Deshalb bestehe die Hoffnung, so Wobmann, dass es künftig leichterfallen dürfte, einen Anlass auf einem Flugfeld oder Ähnlichem durchzuführen. Gewissermassen als umgekehrtes Beispiel nennt er Ambrì, wo der Kanton vor Jahren das Gesuch für einen Supermoto-SM-Lauf mit Verweis auf das Verbot von Rundstreckenrennen abgelehnt hatte.

 

Einen Sprint durch die Instanzen wird es aber nicht geben. Zwar scheinen die im SVG formulierten Bedingungen für motorsportliche Anlässe (wie bisher schon für Bergrennen) erfüllbar, doch auch Kantonsregierungen werden auf den Zeitgeist Rücksicht nehmen müssen. Da kann schon ein Klimaartikel in der Kantonsverfassung zum Killerargument werden.

 

Schweizer Rennstrecke realistisch?

Wer «Rundstreckenrennen» liest, denkt auch an «Rennstrecke». Eine solche besteht bekanntlich in der Schweiz nicht. Der Circuit de Lignières im Neuenburger Jura verfügte einst über eine Ausnahmebewilligung des Bundesrates. Entsprechend wurden in den 1970er- bis 1990er-Jahren dort auch Rennen gefahren, diverse SM-Läufe auf zwei und vier Rädern ebenso wie das legendäre Frauenrennen von Moto Sport Schweiz.
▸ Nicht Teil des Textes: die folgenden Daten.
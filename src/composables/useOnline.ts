// Whether the browser believes it has a network. One shared ref for the whole app.
import { readonly, ref, type Ref } from 'vue'

const online = ref(typeof navigator === 'undefined' ? true : navigator.onLine !== false)
let listening = false

function listen(): void {
  if (listening || typeof window === 'undefined') return
  listening = true
  window.addEventListener('online', () => (online.value = true))
  window.addEventListener('offline', () => (online.value = false))
}

export function useOnline(): { online: Readonly<Ref<boolean>> } {
  listen()
  return { online: readonly(online) }
}
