// Touch, mouse and keyboard on the region editor: pinch or wheel to zoom, drag to pan, tap a
// region to turn it off or on, drag a corner to adjust it, draw a new one, or draw a scale line.
// Pointer positions are box pixels (relative to the editor's top-left corner).
import { computed, ref, shallowRef, watch, type Ref } from 'vue'
import type { Roi } from '@shared/analysis'
import {
  clampView,
  fitView,
  hitTest,
  MIN_REGION_PX,
  moveCorner,
  rectFromPoints,
  toImage,
  zoomAt,
  type Corner,
  type Point,
  type Size,
  type View,
} from './regionEditor/geometry'

export type EditorMode = 'adjust' | 'draw' | 'scale'

export interface EditorPointer {
  pointerId: number
  x: number
  y: number
}

export interface ScaleLine {
  from: Point
  to: Point
}

export interface RegionEditorEvents {
  toggle(id: string): void
  adjust(id: string, roi: Roi): void
  draw(roi: Roi): void
  scale(line: ScaleLine): void
}

/** Movement below this many box px is a tap, not a drag. */
export const TAP_SLOP_PX = 8

type Gesture =
  | { kind: 'pan'; start: EditorPointer; view: View; hitId: string | null; moved: boolean }
  | { kind: 'corner'; id: string; corner: Corner; roi: Roi }
  | { kind: 'draw'; from: Point }
  | { kind: 'scale'; from: Point }
  | { kind: 'pinch'; distance: number; mid: Point; view: View }

export function useRegionEditor(
  frame: Ref<Size | null>,
  regions: Ref<readonly { id: string; roi: Roi }[]>,
  events: RegionEditorEvents,
) {
  const box = ref<Size>({ width: 1, height: 1 })
  const view = ref<View>({ scale: 1, tx: 0, ty: 0 })
  const mode = ref<EditorMode>('adjust')
  /** The rectangle or line being drawn, or the region being adjusted, in frame px. */
  const draft = shallowRef<{ id: string | null; roi: Roi } | null>(null)
  const draftLine = shallowRef<ScaleLine | null>(null)
  const pointers = new Map<number, EditorPointer>()
  let gesture: Gesture | null = null

  const zoom = computed(() =>
    frame.value ? view.value.scale / fitView(frame.value, box.value).scale : 1,
  )

  function setView(v: View): void {
    view.value = frame.value ? clampView(v, frame.value, box.value) : v
  }
  function resetView(): void {
    if (frame.value) view.value = fitView(frame.value, box.value)
  }
  watch(frame, resetView)

  function resize(size: Size): void {
    const first = box.value.width <= 1
    box.value = { width: Math.max(1, size.width), height: Math.max(1, size.height) }
    if (first) resetView()
    else setView(view.value)
  }
  function zoomBy(factor: number, at?: Point): void {
    const c = at ?? { x: box.value.width / 2, y: box.value.height / 2 }
    setView(zoomAt(view.value, factor, c.x, c.y))
  }
  function panBy(dx: number, dy: number): void {
    setView({ ...view.value, tx: view.value.tx + dx, ty: view.value.ty + dy })
  }

  function pinchOf(): { distance: number; mid: Point } {
    const [a, b] = [...pointers.values()]
    return {
      distance: Math.max(1, Math.hypot(a.x - b.x, a.y - b.y)),
      mid: { x: (a.x + b.x) / 2, y: (a.y + b.y) / 2 },
    }
  }

  function pointerDown(p: EditorPointer): void {
    pointers.set(p.pointerId, p)
    if (!frame.value) return
    if (pointers.size === 2) {
      draft.value = null
      draftLine.value = null
      gesture = { kind: 'pinch', ...pinchOf(), view: view.value }
      return
    }
    if (pointers.size > 2) return
    const at = toImage(view.value, p)
    if (mode.value === 'draw') {
      gesture = { kind: 'draw', from: at }
      draft.value = { id: null, roi: rectFromPoints(at, at, frame.value) }
      return
    }
    if (mode.value === 'scale') {
      gesture = { kind: 'scale', from: at }
      draftLine.value = { from: at, to: at }
      return
    }
    const hit = hitTest(regions.value, view.value, p)
    if (hit?.corner) {
      const region = regions.value.find((r) => r.id === hit.id)
      if (region) {
        gesture = { kind: 'corner', id: hit.id, corner: hit.corner, roi: region.roi }
        draft.value = { id: hit.id, roi: region.roi }
        return
      }
    }
    gesture = { kind: 'pan', start: p, view: view.value, hitId: hit?.id ?? null, moved: false }
  }

  function pointerMove(p: EditorPointer): void {
    if (!pointers.has(p.pointerId)) return
    pointers.set(p.pointerId, p)
    const f = frame.value
    if (!f || !gesture) return
    const at = toImage(view.value, p)
    switch (gesture.kind) {
      case 'pinch': {
        const now = pinchOf()
        const zoomed = zoomAt(
          gesture.view,
          now.distance / gesture.distance,
          gesture.mid.x,
          gesture.mid.y,
        )
        setView({
          ...zoomed,
          tx: zoomed.tx + now.mid.x - gesture.mid.x,
          ty: zoomed.ty + now.mid.y - gesture.mid.y,
        })
        break
      }
      case 'pan': {
        const dx = p.x - gesture.start.x
        const dy = p.y - gesture.start.y
        if (!gesture.moved && Math.hypot(dx, dy) < TAP_SLOP_PX) return
        gesture.moved = true
        setView({ ...gesture.view, tx: gesture.view.tx + dx, ty: gesture.view.ty + dy })
        break
      }
      case 'corner':
        draft.value = { id: gesture.id, roi: moveCorner(gesture.roi, gesture.corner, at, f) }
        break
      case 'draw':
        draft.value = { id: null, roi: rectFromPoints(gesture.from, at, f) }
        break
      case 'scale':
        draftLine.value = { from: gesture.from, to: at }
        break
    }
  }

  function pointerUp(p: EditorPointer): void {
    pointers.delete(p.pointerId)
    const g = gesture
    if (g?.kind === 'pinch') {
      if (pointers.size === 0) gesture = null
      return
    }
    gesture = null
    if (!g) return
    if (g.kind === 'pan' && !g.moved && g.hitId) events.toggle(g.hitId)
    if (g.kind === 'corner' && draft.value) {
      const roi = draft.value.roi
      if (JSON.stringify(roi) !== JSON.stringify(g.roi)) events.adjust(g.id, roi)
    }
    if (g.kind === 'draw' && draft.value) {
      const roi = draft.value.roi
      if (roi.w >= MIN_REGION_PX && roi.h >= MIN_REGION_PX) events.draw(roi)
      mode.value = 'adjust'
    }
    if (g.kind === 'scale' && draftLine.value) {
      const line = draftLine.value
      if (Math.hypot(line.to.x - line.from.x, line.to.y - line.from.y) >= 2) events.scale(line)
      draftLine.value = null
      mode.value = 'adjust'
    }
    draft.value = null
  }

  function pointerCancel(p: EditorPointer): void {
    pointers.delete(p.pointerId)
    gesture = null
    draft.value = null
    draftLine.value = null
  }

  /** Mouse wheel or trackpad: zoom about the pointer. */
  function wheel(deltaY: number, at: Point): void {
    zoomBy(Math.exp(-deltaY * 0.0015), at)
  }

  return {
    box,
    view,
    zoom,
    mode,
    draft,
    draftLine,
    resize,
    resetView,
    zoomBy,
    panBy,
    pointerDown,
    pointerMove,
    pointerUp,
    pointerCancel,
    wheel,
  }
}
Diese Bewilligung besteht nicht mehr; der TCS betreibt den kleinen Rundkurs als Fahrsicherheitszentrum mit Auflagen der Gemeinde bezüglich Lautstärken.

 

Der Bau einer neuen, «ausgewachsenen» Rennstrecke scheint aus heutiger Sicht chancenlos. Walter Wobmann bevorzugt denn auch, von einem Mobilitätszentrum zu sprechen. Ob sich allerdings angesichts absehbarer Widerstände Investoren für ein solches Vorhaben finden lassen, scheint heute wenig wahrscheinlich.

 

Ein bisschen Mut könnte vielleicht ein Projekt im Kanton Jura geben. Ein junger Unternehmer hatte die Bewilligung für sein Mobilitätszentrum Safetycar Jura in der Tasche. Es hätte u.a. einen 2,7 km langen Rundkurs beinhaltet. Laut Bundesgericht hätte nicht die Regierung die Bewilligung erteilen dürfen, sondern das Kantonsparlament. Der Initiant warf danach das Handtuch. So nahe an die Realisierung einer «Rennstrecke» war vorher und nachher in der Schweiz niemand gekommen. Walter Wobmann: «Es gibt auch heute Leute mit Ideen und genügend Mitteln, doch die Suche nach einem geeigneten Gelände wird schwierig, keine Frage.»

 

Noch nicht in trockenen Tüchern

Im Übrigen ist die Aufhebung des Verbots von Rundstreckenrennen noch nicht ganz definitiv. Denn in der erwähnten SVG-Revision mit einem ganzen Paket von Änderungen bestehen derzeit in zwei Punkten Differenzen zwischen National- und Ständerat, die voraussichtlich erst im September bereinigt werden können. Zusätzlich steht ein Referendum im Raum, angedroht von Road Cross, weil sich diese Vereinigung gegen jegliche Flexibilisierung des Strafmasses für Raser wehrt.